*WHAT THE EXERCISE ASKS*. Would you output all the entries below without altering a word?

Dataset entries:

━━━━━━━━━━━━━━━━━━━━

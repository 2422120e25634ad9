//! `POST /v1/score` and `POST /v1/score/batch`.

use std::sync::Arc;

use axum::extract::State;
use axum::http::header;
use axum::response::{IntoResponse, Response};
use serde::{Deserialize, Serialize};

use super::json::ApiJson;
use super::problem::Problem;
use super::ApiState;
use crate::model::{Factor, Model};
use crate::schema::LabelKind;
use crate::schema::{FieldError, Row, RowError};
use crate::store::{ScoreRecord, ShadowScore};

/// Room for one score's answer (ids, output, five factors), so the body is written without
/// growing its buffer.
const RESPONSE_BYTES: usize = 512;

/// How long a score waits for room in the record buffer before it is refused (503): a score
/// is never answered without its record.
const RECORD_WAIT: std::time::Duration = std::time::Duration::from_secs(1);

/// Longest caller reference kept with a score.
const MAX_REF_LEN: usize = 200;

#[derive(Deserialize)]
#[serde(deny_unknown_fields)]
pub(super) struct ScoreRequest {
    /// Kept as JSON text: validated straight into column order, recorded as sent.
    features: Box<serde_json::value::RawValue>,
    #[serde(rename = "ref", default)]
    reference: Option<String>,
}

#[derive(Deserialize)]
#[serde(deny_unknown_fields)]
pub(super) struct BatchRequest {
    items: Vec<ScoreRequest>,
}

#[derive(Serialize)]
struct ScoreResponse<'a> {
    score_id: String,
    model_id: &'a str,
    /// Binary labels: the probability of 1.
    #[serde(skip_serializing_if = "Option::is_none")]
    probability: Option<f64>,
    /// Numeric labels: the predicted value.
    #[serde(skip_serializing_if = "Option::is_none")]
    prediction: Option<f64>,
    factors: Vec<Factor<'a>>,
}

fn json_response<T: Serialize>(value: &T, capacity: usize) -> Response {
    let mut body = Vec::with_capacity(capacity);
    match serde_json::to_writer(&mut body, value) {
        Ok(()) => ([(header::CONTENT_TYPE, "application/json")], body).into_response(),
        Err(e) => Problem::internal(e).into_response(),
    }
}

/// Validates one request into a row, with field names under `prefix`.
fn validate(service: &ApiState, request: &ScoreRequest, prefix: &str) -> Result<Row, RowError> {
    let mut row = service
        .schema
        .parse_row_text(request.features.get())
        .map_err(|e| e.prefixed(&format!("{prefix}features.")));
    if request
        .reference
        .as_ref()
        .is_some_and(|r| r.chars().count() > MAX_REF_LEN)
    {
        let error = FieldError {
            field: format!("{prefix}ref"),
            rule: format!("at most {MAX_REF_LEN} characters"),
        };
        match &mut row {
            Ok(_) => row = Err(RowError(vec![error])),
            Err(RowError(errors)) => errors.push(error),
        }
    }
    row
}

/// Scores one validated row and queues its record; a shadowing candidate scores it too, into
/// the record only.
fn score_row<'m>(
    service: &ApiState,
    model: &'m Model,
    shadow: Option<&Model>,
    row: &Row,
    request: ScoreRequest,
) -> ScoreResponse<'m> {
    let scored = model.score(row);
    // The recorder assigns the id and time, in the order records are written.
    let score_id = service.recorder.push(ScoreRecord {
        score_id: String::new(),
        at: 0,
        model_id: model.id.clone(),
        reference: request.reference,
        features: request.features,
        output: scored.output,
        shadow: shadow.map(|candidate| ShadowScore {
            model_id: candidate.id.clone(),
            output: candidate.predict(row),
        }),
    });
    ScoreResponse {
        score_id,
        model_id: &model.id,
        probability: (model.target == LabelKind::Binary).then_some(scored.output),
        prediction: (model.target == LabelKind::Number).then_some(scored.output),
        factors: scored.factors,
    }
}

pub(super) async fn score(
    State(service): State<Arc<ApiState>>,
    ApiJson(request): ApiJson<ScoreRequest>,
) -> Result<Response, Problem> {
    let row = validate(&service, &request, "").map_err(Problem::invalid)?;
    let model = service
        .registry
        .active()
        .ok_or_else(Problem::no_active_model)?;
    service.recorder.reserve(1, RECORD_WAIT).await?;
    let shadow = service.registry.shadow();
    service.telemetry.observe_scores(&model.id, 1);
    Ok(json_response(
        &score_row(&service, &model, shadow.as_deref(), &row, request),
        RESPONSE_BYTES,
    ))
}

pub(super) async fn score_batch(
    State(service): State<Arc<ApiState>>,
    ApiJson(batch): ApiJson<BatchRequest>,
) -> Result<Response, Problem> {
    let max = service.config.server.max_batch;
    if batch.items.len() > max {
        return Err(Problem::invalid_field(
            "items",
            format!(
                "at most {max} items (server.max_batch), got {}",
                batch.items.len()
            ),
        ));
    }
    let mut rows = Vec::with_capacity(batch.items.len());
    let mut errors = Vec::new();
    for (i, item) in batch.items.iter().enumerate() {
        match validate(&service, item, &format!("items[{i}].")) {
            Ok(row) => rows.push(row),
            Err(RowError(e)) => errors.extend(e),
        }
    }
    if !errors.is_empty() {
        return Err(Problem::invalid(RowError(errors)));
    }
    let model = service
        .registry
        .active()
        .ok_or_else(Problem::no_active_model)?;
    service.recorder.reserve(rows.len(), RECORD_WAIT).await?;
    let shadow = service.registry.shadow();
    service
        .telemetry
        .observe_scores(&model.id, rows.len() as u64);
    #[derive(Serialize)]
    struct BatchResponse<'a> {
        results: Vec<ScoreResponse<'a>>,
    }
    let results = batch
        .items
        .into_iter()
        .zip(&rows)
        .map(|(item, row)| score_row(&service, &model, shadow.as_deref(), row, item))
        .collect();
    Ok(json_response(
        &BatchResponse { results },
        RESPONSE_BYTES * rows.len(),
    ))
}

━━━━━━━━━━━━━━━━━━━━

*RESULT*.
repository 2422120e25634ad9
//! `POST /v1/score` and `POST /v1/score/batch`.

use std::sync::Arc;

use axum::extract::State;
use axum::http::header;
use axum::response::{IntoResponse, Response};
use serde::{Deserialize, Serialize};

use super::json::ApiJson;
use super::problem::Problem;
use super::ApiState;
use crate::model::{Factor, Model};
use crate::schema::LabelKind;
use crate::schema::{FieldError, Row, RowError};
use crate::store::{ScoreRecord, ShadowScore};

/// Room for one score's answer (ids, output, five factors), so the body is written without
/// growing its buffer.
const RESPONSE_BYTES: usize = 512;

/// How long a score waits for room in the record buffer before it is refused (503): a score
/// is never answered without its record.
const RECORD_WAIT: std::time::Duration = std::time::Duration::from_secs(1);

/// Longest caller reference kept with a score.
const MAX_REF_LEN: usize = 200;

#[derive(Deserialize)]
#[serde(deny_unknown_fields)]
pub(super) struct ScoreRequest {
    /// Kept as JSON text: validated straight into column order, recorded as sent.
    features: Box<serde_json::value::RawValue>,
    #[serde(rename = "ref", default)]
    reference: Option<String>,
}

#[derive(Deserialize)]
#[serde(deny_unknown_fields)]
pub(super) struct BatchRequest {
    items: Vec<ScoreRequest>,
}

#[derive(Serialize)]
struct ScoreResponse<'a> {
    score_id: String,
    model_id: &'a str,
    /// Binary labels: the probability of 1.
    #[serde(skip_serializing_if = "Option::is_none")]
    probability: Option<f64>,
    /// Numeric labels: the predicted value.
    #[serde(skip_serializing_if = "Option::is_none")]
    prediction: Option<f64>,
    factors: Vec<Factor<'a>>,
}

fn json_response<T: Serialize>(value: &T, capacity: usize) -> Response {
    let mut body = Vec::with_capacity(capacity);
    match serde_json::to_writer(&mut body, value) {
        Ok(()) => ([(header::CONTENT_TYPE, "application/json")], body).into_response(),
        Err(e) => Problem::internal(e).into_response(),
    }
}

/// Validates one request into a row, with field names under `prefix`.
fn validate(service: &ApiState, request: &ScoreRequest, prefix: &str) -> Result<Row, RowError> {
    let mut row = service
        .schema
        .parse_row_text(request.features.get())
        .map_err(|e| e.prefixed(&format!("{prefix}features.")));
    if request
        .reference
        .as_ref()
        .is_some_and(|r| r.chars().count() > MAX_REF_LEN)
    {
        let error = FieldError {
            field: format!("{prefix}ref"),
            rule: format!("at most {MAX_REF_LEN} characters"),
        };
        match &mut row {
            Ok(_) => row = Err(RowError(vec![error])),
            Err(RowError(errors)) => errors.push(error),
        }
    }
    row
}

/// Scores one validated row and queues its record; a shadowing candidate scores it too, into
/// the record only.
fn score_row<'m>(
    service: &ApiState,
    model: &'m Model,
    shadow: Option<&Model>,
    row: &Row,
    request: ScoreRequest,
) -> ScoreResponse<'m> {
    let scored = model.score(row);
    // The recorder assigns the id and time, in the order records are written.
    let score_id = service.recorder.push(ScoreRecord {
        score_id: String::new(),
        at: 0,
        model_id: model.id.clone(),
        reference: request.reference,
        features: request.features,
        output: scored.output,
        shadow: shadow.map(|candidate| ShadowScore {
            model_id: candidate.id.clone(),
            output: candidate.predict(row),
        }),
    });
    ScoreResponse {
        score_id,
        model_id: &model.id,
        probability: (model.target == LabelKind::Binary).then_some(scored.output),
        prediction: (model.target == LabelKind::Number).then_some(scored.output),
        factors: scored.factors,
    }
}

pub(super) async fn score(
    State(service): State<Arc<ApiState>>,
    ApiJson(request): ApiJson<ScoreRequest>,
) -> Result<Response, Problem> {
    let row = validate(&service, &request, "").map_err(Problem::invalid)?;
    let model = service
        .registry
        .active()
        .ok_or_else(Problem::no_active_model)?;
    service.recorder.reserve(1, RECORD_WAIT).await?;
    let shadow = service.registry.shadow();
    service.telemetry.observe_scores(&model.id, 1);
    Ok(json_response(
        &score_row(&service, &model, shadow.as_deref(), &row, request),
        RESPONSE_BYTES,
    ))
}

pub(super) async fn score_batch(
    State(service): State<Arc<ApiState>>,
    ApiJson(batch): ApiJson<BatchRequest>,
) -> Result<Response, Problem> {
    let max = service.config.server.max_batch;
    if batch.items.len() > max {
        return Err(Problem::invalid_field(
            "items",
            format!(
                "at most {max} items (server.max_batch), got {}",
                batch.items.len()
            ),
        ));
    }
    let mut rows = Vec::with_capacity(batch.items.len());
    let mut errors = Vec::new();
    for (i, item) in batch.items.iter().enumerate() {
        match validate(&service, item, &format!("items[{i}].")) {
            Ok(row) => rows.push(row),
            Err(RowError(e)) => errors.extend(e),
        }
    }
    if !errors.is_empty() {
        return Err(Problem::invalid(RowError(errors)));
    }
    let model = service
        .registry
        .active()
        .ok_or_else(Problem::no_active_model)?;
    service.recorder.reserve(rows.len(), RECORD_WAIT).await?;
    let shadow = service.registry.shadow();
    service
        .telemetry
        .observe_scores(&model.id, rows.len() as u64);
    #[derive(Serialize)]
    struct BatchResponse<'a> {
        results: Vec<ScoreResponse<'a>>,
    }
    let results = batch
        .items
        .into_iter()
        .zip(&rows)
        .map(|(item, row)| score_row(&service, &model, shadow.as_deref(), row, item))
        .collect();
    Ok(json_response(
        &BatchResponse { results },
        RESPONSE_BYTES * rows.len(),
    ))
}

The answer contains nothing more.